(Beginning of MATERIAL FOR THIS EXERCISE)

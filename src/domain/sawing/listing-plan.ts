import { type Board, totalBoardFeet } from './board.ts';
import { cutList, type CutListAnswer, type CutListRequest, type Patience, type WantedPiece } from './cut-list.ts';
import { cutsOf } from './cuts.ts';
import { fillRound } from './fill-round.ts';
import { GREEN_FOUR_QUARTER_IN } from './expected.ts';
import { type FlawedLog, soundCore } from './sound-core.ts';
import { type LogShape } from './log-shape.ts';
import type { Mill, Piece } from './pieces.ts';
import { sawPlan, type SawPlan } from './saw-plan.ts';
import { type Shortfall, shortfalls } from './shortfall.ts';
import type { Solver } from './solver.ts';

export interface ListingPlanRequest {
  readonly logs: readonly (FlawedLog & { readonly id: string })[];
  readonly mill: Mill;
  /** Green sizes. */
  readonly pieces: readonly WantedPiece[];
}

/** What one log of a listing gives. */
export interface PlannedLog {
  readonly id: string;
  /** The straight, sound wood the plan lies in; null when there is none. */
  readonly core: LogShape | null;
  readonly plan: SawPlan;
  /** For the cut list, or jacket boards where the list does not need the log. */
  readonly use: 'cut-list' | 'jacket' | 'none';
}

/** Board feet that a tally would count: pieces at the size as written, jacket boards at 4/4. */
export function tallyBoardFeet({ logs, list }: ListingPlan, pieces: readonly (WrittenSize & { readonly id: string })[]): number {
  const made = new Map(list?.covered.map((each) => [each.id, each.made]));
  const wanted = pieces.reduce((sum, { id, thicknessIn, widthIn, lengthFt }) => sum + ((made.get(id) ?? 0) * thicknessIn * widthIn * lengthFt) / 12, 0);
  const jackets = logs.flatMap(({ plan, use }) => plan.boards.filter((board) => use === 'jacket' || board.piece >= pieces.length));
  return wanted + totalBoardFeet(jackets) / GREEN_FOUR_QUARTER_IN;
}

interface WrittenSize {
  readonly thicknessIn: number;
  readonly widthIn: number;
  readonly lengthFt: number;
}

export interface ListingPlan {
  readonly logs: readonly PlannedLog[];
  /** Null when nothing is wanted. */
  readonly list: Omit<CutListAnswer, 'plans'> | null;
  readonly shortfalls: readonly Shortfall[];
  /** A thin band that leaves fewer board feet short; null when it would not, or nothing is short. */
  readonly thinner: { readonly kerfIn: number; readonly boardFeetShort: number } | null;
}

/** A thin band, measured over the set (product rule: about 3/32 in). */
const THIN_KERF_IN = 3 / 32;
const JACKET_EFFORT = 8;

const none = (reason: string): SawPlan => ({ pattern: 'live', boards: [], boardFeet: 0, value: 0, upperBoundValue: 0, boundCovers: '', cuts: [], reason });

/** 4/4 boards of any width; their worth is their board feet at 4/4, which is what a tally counts. */
function jacketPiece(logFt: number): Piece {
  const whole = Math.floor(logFt);
  const lengthsFt = [whole, whole - 2, whole - 4].filter((feet, index) => feet >= 4 || index === 0);
  return { thicknessIn: GREEN_FOUR_QUARTER_IN, value: 1 / GREEN_FOUR_QUARTER_IN, lengthsFt };
}

/** Jacket boards only, the log sawn through and through. */
const jacket = (core: LogShape, mill: Mill): SawPlan => sawPlan({ log: core, mill, pattern: 'live', pieces: [jacketPiece(core.lengthFt)], effort: JACKET_EFFORT });

/** A plan of the cut list with jacket boards from the wood that the list leaves; their piece is the one after the list's. */
function withJackets(core: LogShape, mill: Mill, plan: SawPlan, pieces: readonly WantedPiece[]): SawPlan {
  if (plan.pattern === 'quartersawn') return plan;
  const piece = jacketPiece(core.lengthFt);
  const more = fillRound(core, mill, plan.boards, piece).map((board) => ({ ...board, piece: pieces.length }));
  if (more.length === 0) return plan;
  const boards = [...plan.boards, ...more];
  return { ...plan, pattern: boards.some((board) => board.turned) ? 'cant' : 'live', boards, boardFeet: totalBoardFeet(boards), value: plan.value + totalBoardFeet(more) * (piece.value ?? 1), cuts: cutsOf(core, mill.kerfIn, boards, false) };
}

/** The boards of a whole listing on one mill: the cut list first, 4/4 jacket boards from the logs it does not need. */
export function listingPlan({ logs, mill, pieces }: ListingPlanRequest, solve: Solver, patience: Patience): ListingPlan {
  const cores = logs.map((log) => ({ id: log.id, core: soundCore(log) }));
  const sound = cores.flatMap(({ id, core }) => (core ? [{ id, ...core }] : []));
  const request: CutListRequest = { logs: sound, mill, pieces };
  const answer = pieces.length > 0 && sound.length > 0 ? cutList(request, solve, patience) : null;
  const jackets = new Map<string, SawPlan>();
  const planned = cores.map(({ id, core }): PlannedLog => {
    if (!core) return { id, core, plan: none('The sweep or the rot leaves no sound wood to plan in.'), use: 'none' };
    const wanted = answer?.plans.find(({ logId }) => logId === id);
    if (wanted && wanted.boards.length > 0) return { id, core, plan: withJackets(core, mill, wanted, pieces), use: 'cut-list' };
    const key = JSON.stringify(core);
    const plan = jackets.get(key) ?? jacket(core, mill);
    jackets.set(key, plan);
    return { id, core, plan, use: plan.boards.length > 0 ? 'jacket' : 'none' };
  });
  const short = answer?.covered.filter((each) => each.short > 0) ?? [];
  const thin = answer && short.length > 0 && mill.kerfIn > THIN_KERF_IN + 0.02 ? cutList({ ...request, mill: { ...mill, kerfIn: THIN_KERF_IN } }, solve, patience) : null;
  return {
    logs: planned,
    list: answer,
    shortfalls: shortfalls(request, short),
    thinner: answer && thin && thin.boardFeetShort < answer.boardFeetShort - 1e-6 ? { kerfIn: THIN_KERF_IN, boardFeetShort: thin.boardFeetShort } : null,
  };
}

/** Boards of one plan by size, the largest first: for tables and cut sheets. */
export function boardsBySize(boards: readonly Board[]): { readonly thicknessIn: number; readonly widthIn: number; readonly lengthFt: number; readonly count: number; readonly boardFeet: number }[] {
  const found = new Map<string, { thicknessIn: number; widthIn: number; lengthFt: number; count: number; boardFeet: number }>();
  for (const { thicknessIn, widthIn, lengthFt, boardFeet } of boards) {
    const key = `${thicknessIn} ${widthIn} ${lengthFt}`;
    const same = found.get(key) ?? { thicknessIn, widthIn, lengthFt, count: 0, boardFeet: 0 };
    same.count += 1;
    same.boardFeet += boardFeet;
    found.set(key, same);
  }
  return [...found.values()].sort((a, b) => b.thicknessIn - a.thicknessIn || b.widthIn - a.widthIn || b.lengthFt - a.lengthFt);
}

(End of MATERIAL FOR THIS EXERCISE)

EXERCISE DESCRIPTION
Could the data above be set down exactly, in full?

ANSWER AREA
filename src/domain/sawing/listing-plan.ts
import { type Board, totalBoardFeet } from './board.ts';
import { cutList, type CutListAnswer, type CutListRequest, type Patience, type WantedPiece } from './cut-list.ts';
import { cutsOf } from './cuts.ts';
import { fillRound } from './fill-round.ts';
import { GREEN_FOUR_QUARTER_IN } from './expected.ts';
import { type FlawedLog, soundCore } from './sound-core.ts';
import { type LogShape } from './log-shape.ts';
import type { Mill, Piece } from './pieces.ts';
import { sawPlan, type SawPlan } from './saw-plan.ts';
import { type Shortfall, shortfalls } from './shortfall.ts';
import type { Solver } from './solver.ts';

export interface ListingPlanRequest {
  readonly logs: readonly (FlawedLog & { readonly id: string })[];
  readonly mill: Mill;
  /** Green sizes. */
  readonly pieces: readonly WantedPiece[];
}

/** What one log of a listing gives. */
export interface PlannedLog {
  readonly id: string;
  /** The straight, sound wood the plan lies in; null when there is none. */
  readonly core: LogShape | null;
  readonly plan: SawPlan;
  /** For the cut list, or jacket boards where the list does not need the log. */
  readonly use: 'cut-list' | 'jacket' | 'none';
}

/** Board feet that a tally would count: pieces at the size as written, jacket boards at 4/4. */
export function tallyBoardFeet({ logs, list }: ListingPlan, pieces: readonly (WrittenSize & { readonly id: string })[]): number {
  const made = new Map(list?.covered.map((each) => [each.id, each.made]));
  const wanted = pieces.reduce((sum, { id, thicknessIn, widthIn, lengthFt }) => sum + ((made.get(id) ?? 0) * thicknessIn * widthIn * lengthFt) / 12, 0);
  const jackets = logs.flatMap(({ plan, use }) => plan.boards.filter((board) => use === 'jacket' || board.piece >= pieces.length));
  return wanted + totalBoardFeet(jackets) / GREEN_FOUR_QUARTER_IN;
}

interface WrittenSize {
  readonly thicknessIn: number;
  readonly widthIn: number;
  readonly lengthFt: number;
}

export interface ListingPlan {
  readonly logs: readonly PlannedLog[];
  /** Null when nothing is wanted. */
  readonly list: Omit<CutListAnswer, 'plans'> | null;
  readonly shortfalls: readonly Shortfall[];
  /** A thin band that leaves fewer board feet short; null when it would not, or nothing is short. */
  readonly thinner: { readonly kerfIn: number; readonly boardFeetShort: number } | null;
}

/** A thin band, measured over the set (product rule: about 3/32 in). */
const THIN_KERF_IN = 3 / 32;
const JACKET_EFFORT = 8;

const none = (reason: string): SawPlan => ({ pattern: 'live', boards: [], boardFeet: 0, value: 0, upperBoundValue: 0, boundCovers: '', cuts: [], reason });

/** 4/4 boards of any width; their worth is their board feet at 4/4, which is what a tally counts. */
function jacketPiece(logFt: number): Piece {
  const whole = Math.floor(logFt);
  const lengthsFt = [whole, whole - 2, whole - 4].filter((feet, index) => feet >= 4 || index === 0);
  return { thicknessIn: GREEN_FOUR_QUARTER_IN, value: 1 / GREEN_FOUR_QUARTER_IN, lengthsFt };
}

/** Jacket boards only, the log sawn through and through. */
const jacket = (core: LogShape, mill: Mill): SawPlan => sawPlan({ log: core, mill, pattern: 'live', pieces: [jacketPiece(core.lengthFt)], effort: JACKET_EFFORT });

/** A plan of the cut list with jacket boards from the wood that the list leaves; their piece is the one after the list's. */
function withJackets(core: LogShape, mill: Mill, plan: SawPlan, pieces: readonly WantedPiece[]): SawPlan {
  if (plan.pattern === 'quartersawn') return plan;
  const piece = jacketPiece(core.lengthFt);
  const more = fillRound(core, mill, plan.boards, piece).map((board) => ({ ...board, piece: pieces.length }));
  if (more.length === 0) return plan;
  const boards = [...plan.boards, ...more];
  return { ...plan, pattern: boards.some((board) => board.turned) ? 'cant' : 'live', boards, boardFeet: totalBoardFeet(boards), value: plan.value + totalBoardFeet(more) * (piece.value ?? 1), cuts: cutsOf(core, mill.kerfIn, boards, false) };
}

/** The boards of a whole listing on one mill: the cut list first, 4/4 jacket boards from the logs it does not need. */
export function listingPlan({ logs, mill, pieces }: ListingPlanRequest, solve: Solver, patience: Patience): ListingPlan {
  const cores = logs.map((log) => ({ id: log.id, core: soundCore(log) }));
  const sound = cores.flatMap(({ id, core }) => (core ? [{ id, ...core }] : []));
  const request: CutListRequest = { logs: sound, mill, pieces };
  const answer = pieces.length > 0 && sound.length > 0 ? cutList(request, solve, patience) : null;
  const jackets = new Map<string, SawPlan>();
  const planned = cores.map(({ id, core }): PlannedLog => {
    if (!core) return { id, core, plan: none('The sweep or the rot leaves no sound wood to plan in.'), use: 'none' };
    const wanted = answer?.plans.find(({ logId }) => logId === id);
    if (wanted && wanted.boards.length > 0) return { id, core, plan: withJackets(core, mill, wanted, pieces), use: 'cut-list' };
    const key = JSON.stringify(core);
    const plan = jackets.get(key) ?? jacket(core, mill);
    jackets.set(key, plan);
    return { id, core, plan, use: plan.boards.length > 0 ? 'jacket' : 'none' };
  });
  const short = answer?.covered.filter((each) => each.short > 0) ?? [];
  const thin = answer && short.length > 0 && mill.kerfIn > THIN_KERF_IN + 0.02 ? cutList({ ...request, mill: { ...mill, kerfIn: THIN_KERF_IN } }, solve, patience) : null;
  return {
    logs: planned,
    list: answer,
    shortfalls: shortfalls(request, short),
    thinner: answer && thin && thin.boardFeetShort < answer.boardFeetShort - 1e-6 ? { kerfIn: THIN_KERF_IN, boardFeetShort: thin.boardFeetShort } : null,
  };
}

/** Boards of one plan by size, the largest first: for tables and cut sheets. */
export function boardsBySize(boards: readonly Board[]): { readonly thicknessIn: number; readonly widthIn: number; readonly lengthFt: number; readonly count: number; readonly boardFeet: number }[] {
  const found = new Map<string, { thicknessIn: number; widthIn: number; lengthFt: number; count: number; boardFeet: number }>();
  for (const { thicknessIn, widthIn, lengthFt, boardFeet } of boards) {
    const key = `${thicknessIn} ${widthIn} ${lengthFt}`;
    const same = found.get(key) ?? { thicknessIn, widthIn, lengthFt, count: 0, boardFeet: 0 };
    same.count += 1;
    same.boardFeet += boardFeet;
    found.set(key, same);
  }
  return [...found.values()].sort((a, b) => b.thicknessIn - a.thicknessIn || b.widthIn - a.widthIn || b.lengthFt - a.lengthFt);
}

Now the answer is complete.